# WHAT TO PRODUCE
Could you return every record below exactly as it is written?

• • •

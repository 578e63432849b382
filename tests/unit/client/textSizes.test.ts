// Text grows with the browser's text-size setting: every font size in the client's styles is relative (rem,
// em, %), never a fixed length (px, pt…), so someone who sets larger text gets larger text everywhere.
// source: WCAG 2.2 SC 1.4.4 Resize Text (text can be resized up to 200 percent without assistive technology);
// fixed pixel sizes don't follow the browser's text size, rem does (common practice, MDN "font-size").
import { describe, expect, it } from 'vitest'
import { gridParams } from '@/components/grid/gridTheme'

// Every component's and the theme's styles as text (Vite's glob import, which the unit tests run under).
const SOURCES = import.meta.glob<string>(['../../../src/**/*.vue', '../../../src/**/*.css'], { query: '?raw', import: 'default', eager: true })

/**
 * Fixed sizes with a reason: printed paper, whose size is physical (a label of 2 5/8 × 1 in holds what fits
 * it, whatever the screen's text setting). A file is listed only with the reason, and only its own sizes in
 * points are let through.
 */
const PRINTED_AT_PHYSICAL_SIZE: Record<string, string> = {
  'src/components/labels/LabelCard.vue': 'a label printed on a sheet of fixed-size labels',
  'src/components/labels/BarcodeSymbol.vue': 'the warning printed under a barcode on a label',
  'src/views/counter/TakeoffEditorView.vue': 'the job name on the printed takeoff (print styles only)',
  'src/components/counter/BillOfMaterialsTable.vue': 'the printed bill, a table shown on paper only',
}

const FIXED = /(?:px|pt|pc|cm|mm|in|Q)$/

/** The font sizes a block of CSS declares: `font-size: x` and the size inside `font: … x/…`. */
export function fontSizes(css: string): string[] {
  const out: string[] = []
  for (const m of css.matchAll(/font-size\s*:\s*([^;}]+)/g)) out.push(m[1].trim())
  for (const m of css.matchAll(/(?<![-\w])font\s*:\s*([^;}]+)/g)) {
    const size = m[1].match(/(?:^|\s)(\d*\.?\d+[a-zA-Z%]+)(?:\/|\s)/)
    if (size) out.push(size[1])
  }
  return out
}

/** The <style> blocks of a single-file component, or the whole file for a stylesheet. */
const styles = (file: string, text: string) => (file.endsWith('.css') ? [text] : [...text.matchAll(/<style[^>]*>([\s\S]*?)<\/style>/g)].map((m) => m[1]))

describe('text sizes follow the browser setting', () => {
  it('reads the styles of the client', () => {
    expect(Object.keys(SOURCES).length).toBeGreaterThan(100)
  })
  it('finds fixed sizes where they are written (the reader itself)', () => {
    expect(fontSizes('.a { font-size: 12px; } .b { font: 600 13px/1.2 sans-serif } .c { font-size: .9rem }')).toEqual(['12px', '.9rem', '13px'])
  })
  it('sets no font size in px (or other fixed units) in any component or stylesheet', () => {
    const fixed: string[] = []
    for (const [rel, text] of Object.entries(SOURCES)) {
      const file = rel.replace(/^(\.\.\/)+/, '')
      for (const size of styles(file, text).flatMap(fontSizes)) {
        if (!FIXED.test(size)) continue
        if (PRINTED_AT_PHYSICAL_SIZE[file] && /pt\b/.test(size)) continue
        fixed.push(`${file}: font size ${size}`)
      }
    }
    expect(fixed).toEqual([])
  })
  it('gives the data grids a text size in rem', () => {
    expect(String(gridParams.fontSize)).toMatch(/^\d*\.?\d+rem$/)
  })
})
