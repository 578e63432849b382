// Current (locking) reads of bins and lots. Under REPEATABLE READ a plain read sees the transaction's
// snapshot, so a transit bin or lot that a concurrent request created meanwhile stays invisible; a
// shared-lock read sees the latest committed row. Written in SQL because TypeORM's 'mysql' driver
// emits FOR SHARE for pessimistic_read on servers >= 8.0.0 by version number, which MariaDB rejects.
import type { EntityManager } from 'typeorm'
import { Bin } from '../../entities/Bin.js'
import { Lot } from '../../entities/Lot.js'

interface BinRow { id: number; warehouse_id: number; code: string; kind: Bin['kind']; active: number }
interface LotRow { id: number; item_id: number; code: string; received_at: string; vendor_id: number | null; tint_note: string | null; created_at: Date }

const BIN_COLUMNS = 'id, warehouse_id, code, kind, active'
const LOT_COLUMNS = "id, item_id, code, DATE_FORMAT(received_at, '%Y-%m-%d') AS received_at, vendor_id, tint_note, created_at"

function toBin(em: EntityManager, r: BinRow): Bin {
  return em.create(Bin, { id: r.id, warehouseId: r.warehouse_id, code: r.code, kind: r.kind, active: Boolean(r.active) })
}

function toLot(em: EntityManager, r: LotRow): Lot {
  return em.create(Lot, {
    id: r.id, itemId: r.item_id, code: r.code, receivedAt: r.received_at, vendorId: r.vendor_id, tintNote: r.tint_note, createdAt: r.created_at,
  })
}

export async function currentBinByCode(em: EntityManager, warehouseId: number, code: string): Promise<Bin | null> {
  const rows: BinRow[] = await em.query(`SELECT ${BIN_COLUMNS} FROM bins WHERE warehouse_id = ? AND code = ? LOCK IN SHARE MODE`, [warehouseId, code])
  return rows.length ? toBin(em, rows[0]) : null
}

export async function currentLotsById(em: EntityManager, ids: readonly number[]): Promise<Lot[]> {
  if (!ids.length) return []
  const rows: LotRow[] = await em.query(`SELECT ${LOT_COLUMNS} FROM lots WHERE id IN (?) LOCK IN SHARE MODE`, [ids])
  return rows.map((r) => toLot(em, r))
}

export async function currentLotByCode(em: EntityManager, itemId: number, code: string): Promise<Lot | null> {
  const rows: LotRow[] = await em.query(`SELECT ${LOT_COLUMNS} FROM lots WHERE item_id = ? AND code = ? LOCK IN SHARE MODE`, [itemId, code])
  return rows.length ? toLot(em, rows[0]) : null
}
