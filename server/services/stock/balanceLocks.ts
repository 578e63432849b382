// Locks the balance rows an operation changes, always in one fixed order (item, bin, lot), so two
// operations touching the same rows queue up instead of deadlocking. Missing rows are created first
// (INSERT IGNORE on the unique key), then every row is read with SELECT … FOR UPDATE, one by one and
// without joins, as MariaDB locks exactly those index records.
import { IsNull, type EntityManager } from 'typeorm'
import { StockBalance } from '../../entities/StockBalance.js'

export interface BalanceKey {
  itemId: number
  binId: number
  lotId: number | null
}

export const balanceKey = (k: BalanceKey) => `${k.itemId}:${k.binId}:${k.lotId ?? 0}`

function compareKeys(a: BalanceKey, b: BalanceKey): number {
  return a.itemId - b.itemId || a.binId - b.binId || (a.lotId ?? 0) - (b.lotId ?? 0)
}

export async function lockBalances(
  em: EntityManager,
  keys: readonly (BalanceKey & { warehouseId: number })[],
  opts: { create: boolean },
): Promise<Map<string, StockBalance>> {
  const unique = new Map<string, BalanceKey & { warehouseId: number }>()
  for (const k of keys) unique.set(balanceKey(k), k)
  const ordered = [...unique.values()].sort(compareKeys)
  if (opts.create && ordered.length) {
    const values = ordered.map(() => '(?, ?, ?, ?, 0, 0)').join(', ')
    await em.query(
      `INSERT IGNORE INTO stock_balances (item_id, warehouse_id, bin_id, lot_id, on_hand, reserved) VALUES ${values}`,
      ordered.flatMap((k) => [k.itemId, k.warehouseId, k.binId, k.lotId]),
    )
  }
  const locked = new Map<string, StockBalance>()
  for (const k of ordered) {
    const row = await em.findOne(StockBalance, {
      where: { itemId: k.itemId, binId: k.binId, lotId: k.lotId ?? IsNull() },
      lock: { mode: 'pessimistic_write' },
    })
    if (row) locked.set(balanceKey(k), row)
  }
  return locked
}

• • •

# ANSWER BOX
repository 578e63432849b382
filename tests/unit/client/textSizes.test.ts
// Text grows with the browser's text-size setting: every font size in the client's styles is relative (rem,
// em, %), never a fixed length (px, pt…), so someone who sets larger text gets larger text everywhere.
// source: WCAG 2.2 SC 1.4.4 Resize Text (text can be resized up to 200 percent without assistive technology);
// fixed pixel sizes don't follow the browser's text size, rem does (common practice, MDN "font-size").
import { describe, expect, it } from 'vitest'
import { gridParams } from '@/components/grid/gridTheme'

// Every component's and the theme's styles as text (Vite's glob import, which the unit tests run under).
const SOURCES = import.meta.glob<string>(['../../../src/**/*.vue', '../../../src/**/*.css'], { query: '?raw', import: 'default', eager: true })

/**
 * Fixed sizes with a reason: printed paper, whose size is physical (a label of 2 5/8 × 1 in holds what fits
 * it, whatever the screen's text setting). A file is listed only with the reason, and only its own sizes in
 * points are let through.
 */
const PRINTED_AT_PHYSICAL_SIZE: Record<string, string> = {
  'src/components/labels/LabelCard.vue': 'a label printed on a sheet of fixed-size labels',
  'src/components/labels/BarcodeSymbol.vue': 'the warning printed under a barcode on a label',
  'src/views/counter/TakeoffEditorView.vue': 'the job name on the printed takeoff (print styles only)',
  'src/components/counter/BillOfMaterialsTable.vue': 'the printed bill, a table shown on paper only',
}

const FIXED = /(?:px|pt|pc|cm|mm|in|Q)$/

/** The font sizes a block of CSS declares: `font-size: x` and the size inside `font: … x/…`. */
export function fontSizes(css: string): string[] {
  const out: string[] = []
  for (const m of css.matchAll(/font-size\s*:\s*([^;}]+)/g)) out.push(m[1].trim())
  for (const m of css.matchAll(/(?<![-\w])font\s*:\s*([^;}]+)/g)) {
    const size = m[1].match(/(?:^|\s)(\d*\.?\d+[a-zA-Z%]+)(?:\/|\s)/)
    if (size) out.push(size[1])
  }
  return out
}

/** The <style> blocks of a single-file component, or the whole file for a stylesheet. */
const styles = (file: string, text: string) => (file.endsWith('.css') ? [text] : [...text.matchAll(/<style[^>]*>([\s\S]*?)<\/style>/g)].map((m) => m[1]))

describe('text sizes follow the browser setting', () => {
  it('reads the styles of the client', () => {
    expect(Object.keys(SOURCES).length).toBeGreaterThan(100)
  })
  it('finds fixed sizes where they are written (the reader itself)', () => {
    expect(fontSizes('.a { font-size: 12px; } .b { font: 600 13px/1.2 sans-serif } .c { font-size: .9rem }')).toEqual(['12px', '.9rem', '13px'])
  })
  it('sets no font size in px (or other fixed units) in any component or stylesheet', () => {
    const fixed: string[] = []
    for (const [rel, text] of Object.entries(SOURCES)) {
      const file = rel.replace(/^(\.\.\/)+/, '')
      for (const size of styles(file, text).flatMap(fontSizes)) {
        if (!FIXED.test(size)) continue
        if (PRINTED_AT_PHYSICAL_SIZE[file] && /pt\b/.test(size)) continue
        fixed.push(`${file}: font size ${size}`)
      }
    }
    expect(fixed).toEqual([])
  })
  it('gives the data grids a text size in rem', () => {
    expect(String(gridParams.fontSize)).toMatch(/^\d*\.?\d+rem$/)
  })
})
repository 578e63432849b382
// Current (locking) reads of bins and lots. Under REPEATABLE READ a plain read sees the transaction's
// snapshot, so a transit bin or lot that a concurrent request created meanwhile stays invisible; a
// shared-lock read sees the latest committed row. Written in SQL because TypeORM's 'mysql' driver
// emits FOR SHARE for pessimistic_read on servers >= 8.0.0 by version number, which MariaDB rejects.
import type { EntityManager } from 'typeorm'
import { Bin } from '../../entities/Bin.js'
import { Lot } from '../../entities/Lot.js'

interface BinRow { id: number; warehouse_id: number; code: string; kind: Bin['kind']; active: number }
interface LotRow { id: number; item_id: number; code: string; received_at: string; vendor_id: number | null; tint_note: string | null; created_at: Date }

const BIN_COLUMNS = 'id, warehouse_id, code, kind, active'
const LOT_COLUMNS = "id, item_id, code, DATE_FORMAT(received_at, '%Y-%m-%d') AS received_at, vendor_id, tint_note, created_at"

function toBin(em: EntityManager, r: BinRow): Bin {
  return em.create(Bin, { id: r.id, warehouseId: r.warehouse_id, code: r.code, kind: r.kind, active: Boolean(r.active) })
}

function toLot(em: EntityManager, r: LotRow): Lot {
  return em.create(Lot, {
    id: r.id, itemId: r.item_id, code: r.code, receivedAt: r.received_at, vendorId: r.vendor_id, tintNote: r.tint_note, createdAt: r.created_at,
  })
}

export async function currentBinByCode(em: EntityManager, warehouseId: number, code: string): Promise<Bin | null> {
  const rows: BinRow[] = await em.query(`SELECT ${BIN_COLUMNS} FROM bins WHERE warehouse_id = ? AND code = ? LOCK IN SHARE MODE`, [warehouseId, code])
  return rows.length ? toBin(em, rows[0]) : null
}

export async function currentLotsById(em: EntityManager, ids: readonly number[]): Promise<Lot[]> {
  if (!ids.length) return []
  const rows: LotRow[] = await em.query(`SELECT ${LOT_COLUMNS} FROM lots WHERE id IN (?) LOCK IN SHARE MODE`, [ids])
  return rows.map((r) => toLot(em, r))
}

export async function currentLotByCode(em: EntityManager, itemId: number, code: string): Promise<Lot | null> {
  const rows: LotRow[] = await em.query(`SELECT ${LOT_COLUMNS} FROM lots WHERE item_id = ? AND code = ? LOCK IN SHARE MODE`, [itemId, code])
  return rows.length ? toLot(em, rows[0]) : null
}
filename server/services/stock/balanceLocks.ts
repository 578e63432849b382
// Locks the balance rows an operation changes, always in one fixed order (item, bin, lot), so two
// operations touching the same rows queue up instead of deadlocking. Missing rows are created first
// (INSERT IGNORE on the unique key), then every row is read with SELECT … FOR UPDATE, one by one and
// without joins, as MariaDB locks exactly those index records.
import { IsNull, type EntityManager } from 'typeorm'
import { StockBalance } from '../../entities/StockBalance.js'

export interface BalanceKey {
  itemId: number
  binId: number
  lotId: number | null
}

export const balanceKey = (k: BalanceKey) => `${k.itemId}:${k.binId}:${k.lotId ?? 0}`

function compareKeys(a: BalanceKey, b: BalanceKey): number {
  return a.itemId - b.itemId || a.binId - b.binId || (a.lotId ?? 0) - (b.lotId ?? 0)
}

export async function lockBalances(
  em: EntityManager,
  keys: readonly (BalanceKey & { warehouseId: number })[],
  opts: { create: boolean },
): Promise<Map<string, StockBalance>> {
  const unique = new Map<string, BalanceKey & { warehouseId: number }>()
  for (const k of keys) unique.set(balanceKey(k), k)
  const ordered = [...unique.values()].sort(compareKeys)
  if (opts.create && ordered.length) {
    const values = ordered.map(() => '(?, ?, ?, ?, 0, 0)').join(', ')
    await em.query(
      `INSERT IGNORE INTO stock_balances (item_id, warehouse_id, bin_id, lot_id, on_hand, reserved) VALUES ${values}`,
      ordered.flatMap((k) => [k.itemId, k.warehouseId, k.binId, k.lotId]),
    )
  }
  const locked = new Map<string, StockBalance>()
  for (const k of ordered) {
    const row = await em.findOne(StockBalance, {
      where: { itemId: k.itemId, binId: k.binId, lotId: k.lotId ?? IsNull() },
      lock: { mode: 'pessimistic_write' },
    })
    if (row) locked.set(balanceKey(k), row)
  }
  return locked
}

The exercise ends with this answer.